▶ _INPUT DATA_
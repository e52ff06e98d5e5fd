import type { Membership } from '@/server/models/membership';
import { layoutBriefSchema } from '@/shared/api/jobs';
import { layoutSchema, operationListSchema } from '@/shared/api/layouts';
import { createEstimator } from '@/shared/estimate/estimate';
import type { PairResult } from '@/shared/estimate/estimate-result';
import { createId } from '@/shared/ids';
import { DEMO_JOBS } from '@/shared/layout/demo/demo-jobs';
import type { LayoutDocument } from '@/shared/layout/document';
import type { Operation } from '@/shared/layout/operation';
import { buildLayout, buildMember, buildTeam } from '../../support/factories';
import { startTestServer, type TestServer } from '../../support/test-server';

let server: TestServer;
beforeAll(async () => {
  server = await startTestServer();
});
afterAll(() => server.stop());

/** The patrol van of the demo: its radios make pairs. */
const VAN = DEMO_JOBS[0]!.platforms[0]!.layouts[0]!.document;

async function buildWorkshop(document?: LayoutDocument) {
  const team = await buildTeam();
  const integrator = await buildMember(['integrator'], { team });
  const { layout, job, platform } = await buildLayout(team, document && { document });
  return { team, integrator, layout, job, platform, agent: await server.signIn(integrator) };
}

function moveOf(antennaId: string, x: number): Operation {
  return {
    id: createId(),
    version: 1,
    changes: [{ kind: 'set', collection: 'antennas', id: antennaId, fields: { x } }],
  };
}

async function commit(layoutId: string, member: Membership, operation: Operation): Promise<void> {
  const writer = await server.services.live.open(layoutId);
  const answer = await writer.submit(operation, { id: member.id, name: 'Ina Integrator' });
  if (!answer.ok) throw new Error(answer.refusal.message);
}

/** The answer to a pair; a millionth of a decibel, because what was computed before may change the last digits. */
function describePair({ from, into, state, isolationDb, marginDb }: PairResult) {
  return [from, into, state, isolationDb?.toFixed(6), marginDb?.toFixed(6)];
}

/** Waits for the server's estimate of the state after `sequence` operations. */
function estimated(layoutId: string, sequence: number): Promise<void> {
  const { live } = server.services;
  return new Promise((resolve) => {
    const look = () => {
      if (live.estimates.latest(layoutId)?.sequence !== sequence) return;
      stop();
      resolve();
    };
    const stop = live.onEvent(look);
    look();
  });
}

test('a layout comes with what is committed, the server’s estimate of it and what one may do', async () => {
  const { integrator, layout, job, platform, agent } = await buildWorkshop(VAN);
  const first = layoutSchema.parse((await agent.get(`/api/layouts/${layout.id}`)).body);
  expect(first).toMatchObject({
    name: 'Layout 1',
    job: { id: job.id, name: job.name },
    platform: { id: platform.id, name: 'Roof' },
    lastLetter: null,
    nextLetter: 'A',
    sequence: 0,
    abilities: { edit: true, comment: true, saveRevision: true, submitRevision: true },
  });
  const [antenna] = Object.values(first.document.antennas);
  await commit(layout.id, integrator, moveOf(antenna!.id, 0.7));
  await estimated(layout.id, 1);
  const moved = layoutSchema.parse((await agent.get(`/api/layouts/${layout.id}`)).body);
  expect(moved.sequence).toBe(1);
  expect(moved.document.antennas[antenna!.id]?.x).toBe(0.7);
  expect(moved.estimate?.sequence).toBe(1);
  const own = createEstimator().estimate(moved.document);
  expect(moved.estimate?.result.pairs.map(describePair)).toEqual(own.pairs.map(describePair));
  expect(own.pairs.length).toBeGreaterThan(0);
});

test('a reviewer sees a layout without being offered to edit it', async () => {
  const { team, layout } = await buildWorkshop();
  const agent = await server.signIn(await buildMember(['reviewer'], { team }));
  const { abilities } = layoutSchema.parse((await agent.get(`/api/layouts/${layout.id}`)).body);
  expect(abilities).toEqual({ edit: false, comment: true, saveRevision: false, submitRevision: false });
});

test('a layout is renamed, and its watchers hear of it', async () => {
  const { layout, agent } = await buildWorkshop();
  const heard: string[] = [];
  const stop = server.services.live.onEvent((event) => {
    if (event.layoutId === layout.id) heard.push(event.kind);
  });
  const response = await agent.patch(`/api/layouts/${layout.id}`).send({ name: '  <i>Second</i> try ' });
  stop();
  expect(layoutBriefSchema.parse(response.body).name).toBe('<i>Second</i> try');
  expect(heard).toEqual(['layout-changed']);
  expect((await agent.get(`/api/layouts/${layout.id}`)).body.name).toBe('<i>Second</i> try');
});

test.each([
  ['an empty name', { name: '' }, 'name'],
  ['no name', {}, 'name'],
  ['a document', { name: 'x', document: {} }, 'document'],
])('a change to %s is refused with its path', async (_case, body, path) => {
  const { layout, agent } = await buildWorkshop();
  const response = await agent.patch(`/api/layouts/${layout.id}`).send(body);
  expect([response.status, response.body.problems[0].path]).toEqual([400, path]);
});

test('operations are fetched from where one left off, in their order', async () => {
  const { integrator, layout, agent } = await buildWorkshop();
  const [antenna] = Object.keys(
    layoutSchema.parse((await agent.get(`/api/layouts/${layout.id}`)).body).document.antennas,
  );
  const operations = [0.6, 0.7, 0.8].map((x) => moveOf(antenna!, x));
  for (const operation of operations) await commit(layout.id, integrator, operation);
  const fetch = async (after: number) =>
    operationListSchema.parse(
      (await agent.get(`/api/layouts/${layout.id}/operations`).query({ after })).body,
    );
  const all = await fetch(0);
  expect(all.items.map(({ sequence }) => sequence)).toEqual([1, 2, 3]);
  expect(all.items.map(({ operation }) => operation)).toEqual(operations);
  expect(all.items.every(({ memberId }) => memberId === integrator.id)).toBe(true);
  expect(all.sequence).toBe(3);
  expect((await fetch(2)).items.map(({ sequence }) => sequence)).toEqual([3]);
  expect(await fetch(3)).toEqual({ items: [], sequence: 3 });
});

test.each([
  {},
  { after: '-1' },
  { after: '1.5' },
  { after: 'x' },
  { after: '1e99' },
  { after: '0', more: '1' },
])('operations after %j are refused with the path', async (query) => {
  const { layout, agent } = await buildWorkshop();
  const response = await agent.get(`/api/layouts/${layout.id}/operations`).query(query);
  expect(response.status).toBe(400);
  expect(response.body.problems).toHaveLength(1);
  expect(['after', 'more']).toContain(response.body.problems[0].path);
});
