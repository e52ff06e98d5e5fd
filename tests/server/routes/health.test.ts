import { startTestServer, type TestServer } from '../../support/test-server';

let server: TestServer;
beforeEach(async () => {
  server = await startTestServer({ limits: { requestsPerMinute: 5 } });
});
afterEach(() => server.stop());

test('health asks the database and is not limited', async () => {
  for (let count = 0; count < 10; count += 1) {
    const response = await server.visitor().get('/api/health');
    expect([response.status, response.body]).toEqual([200, { status: 'ok' }]);
  }
  const limited = [];
  for (let count = 0; count < 6; count += 1) limited.push((await server.visitor().get('/api/setup')).status);
  expect(limited).toEqual([200, 200, 200, 200, 200, 429]);
});

test('health is 503 without the database, and nothing else falls over', async () => {
  await server.database.sequelize.close();
  const response = await server.visitor().get('/api/health');
  expect([response.status, response.body]).toEqual([503, { status: 'without database' }]);
  const setup = await server.visitor().get('/api/setup');
  expect(setup.status).toBeGreaterThanOrEqual(500);
  expect(JSON.stringify(setup.body)).not.toMatch(/sequelize|ConnectionManager/i);
});

test('health is 503 while stopping, and new work is refused', async () => {
  server.lifecycle.enter('stopping');
  expect((await server.visitor().get('/api/health')).body).toEqual({ status: 'stopping' });
  const response = await server.visitor().get('/api/setup');
  expect([response.status, response.body.code]).toEqual([503, 'stopping']);
});
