import { median } from '../stats/quantile.ts';

/** Grid on which speeds are held against each other, m. */
export const MATCH_STEP_M = 5;
/** A minimum counts when speed rises by this on both sides, as a share of the lap's highest speed. */
const LEAST_PROMINENCE_SHARE = 0.08;
/** Two minima are the same one when they lie this near after scaling. */
const LARGEST_SHIFT_SHARE = 0.03;
const LARGEST_SHIFT_M = 80;
/** Around a minimum, speeds are laid on each other over this way to each side. */
const WINDOW_M = 120;

/** A shift that lays a lap on a path: what is at `fromM` of the lap belongs at `toM` of the path. */
export interface Knot {
	fromM: number;
	toM: number;
}

/**
 * Lays a lap's speed on a path's: at each minimum that both have, the shift at which the speeds around it agree best. Shifts that
 * do not fit their neighbours are replaced by the median of three, because a driver who brakes earlier moves his minimum too.
 *
 * @param lapKmh  the lap's speed every 5 m of its length scaled to the path's
 * @param pathKmh the path's speed on the same grid
 * @param lengthM the path's length
 * @returns knots from (0, 0) to (lengthM, lengthM), both strictly increasing
 */
export function matchSpeeds(lapKmh: Float64Array, pathKmh: Float64Array, lengthM: number): Knot[] {
	const limit = Math.min(LARGEST_SHIFT_M, LARGEST_SHIFT_SHARE * lengthM);
	const own = minima(lapKmh);
	const known = minima(pathKmh);
	const pairs: Knot[] = [];
	for (const at of known) {
		const partner = own
			.filter((i) => Math.abs(i - at) * MATCH_STEP_M <= limit)
			.sort((a, b) => Math.abs(a - at) - Math.abs(b - at))[0];
		if (partner === undefined) continue;
		const shift = bestShift(lapKmh, pathKmh, at, Math.round(limit / MATCH_STEP_M));
		pairs.push({ fromM: at * MATCH_STEP_M - shift, toM: at * MATCH_STEP_M });
	}
	const shifts = pairs.map(({ fromM, toM }) => toM - fromM);
	const calm = shifts.map((shift, k) => median([shifts[k - 1] ?? shift, shift, shifts[k + 1] ?? shift]));
	const knots: Knot[] = [{ fromM: 0, toM: 0 }];
	pairs.forEach(({ toM }, k) => {
		const last = knots[knots.length - 1];
		const fromM = toM - calm[k];
		const slope = (toM - last.toM) / (fromM - last.fromM);
		if (slope > 0.8 && slope < 1.25 && lengthM - fromM > 1 && lengthM - toM > 1) knots.push({ fromM, toM });
	});
	knots.push({ fromM: lengthM, toM: lengthM });
	return knots;
}

/** Indices of the minima of a closed speed trace that stand out on both sides. */
function minima(speed: Float64Array): number[] {
	const n = speed.length;
	let top = 0;
	for (const value of speed) if (value > top) top = value;
	const prominence = LEAST_PROMINENCE_SHARE * top;
	const found: number[] = [];
	for (let i = 1; i + 1 < n; i++) {
		if (!(speed[i] < speed[i - 1] && speed[i] <= speed[i + 1])) continue;
		if (rises(speed, i, 1, prominence) && rises(speed, i, -1, prominence)) found.push(i);
	}
	return found;
}

/** Does the speed rise by `by` in a direction before it falls below the minimum? */
function rises(speed: Float64Array, at: number, direction: number, by: number): boolean {
	for (let i = at + direction; i >= 0 && i < speed.length; i += direction) {
		if (speed[i] < speed[at]) return false;
		if (speed[i] >= speed[at] + by) return true;
	}
	return true;
}

/** Shift of the lap, m, at which its speed around a place agrees best with the path's, apart from a constant. */
function bestShift(lap: Float64Array, path: Float64Array, at: number, reach: number): number {
	const window = Math.round(WINDOW_M / MATCH_STEP_M);
	const misfit = (shift: number) => {
		let sum = 0;
		let squares = 0;
		let count = 0;
		for (let i = Math.max(0, at - window); i <= Math.min(path.length - 1, at + window); i++) {
			const difference = path[i] - lap[i - shift];
			if (Number.isNaN(difference) || i - shift < 0 || i - shift >= lap.length) continue;
			sum += difference;
			squares += difference * difference;
			count++;
		}
		return count > window ? squares / count - (sum / count) ** 2 : Infinity;
	};
	let best = 0;
	for (let shift = -reach; shift <= reach; shift++) if (misfit(shift) < misfit(best)) best = shift;
	// the minimum of the parabola through the three misfits around the best one
	const [a, b, c] = [misfit(best - 1), misfit(best), misfit(best + 1)];
	const bend = a - 2 * b + c;
	const part = Number.isFinite(bend) && bend > 0 ? (a - c) / (2 * bend) : 0;
	return (best + part) * MATCH_STEP_M;
}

▶ _GOAL OF THE EXERCISE_
Look through the material and copy each line that has "operationListSchema".

▶ _SOLUTION_
import { layoutSchema, operationListSchema } from '@/shared/api/layouts';
    operationListSchema.parse(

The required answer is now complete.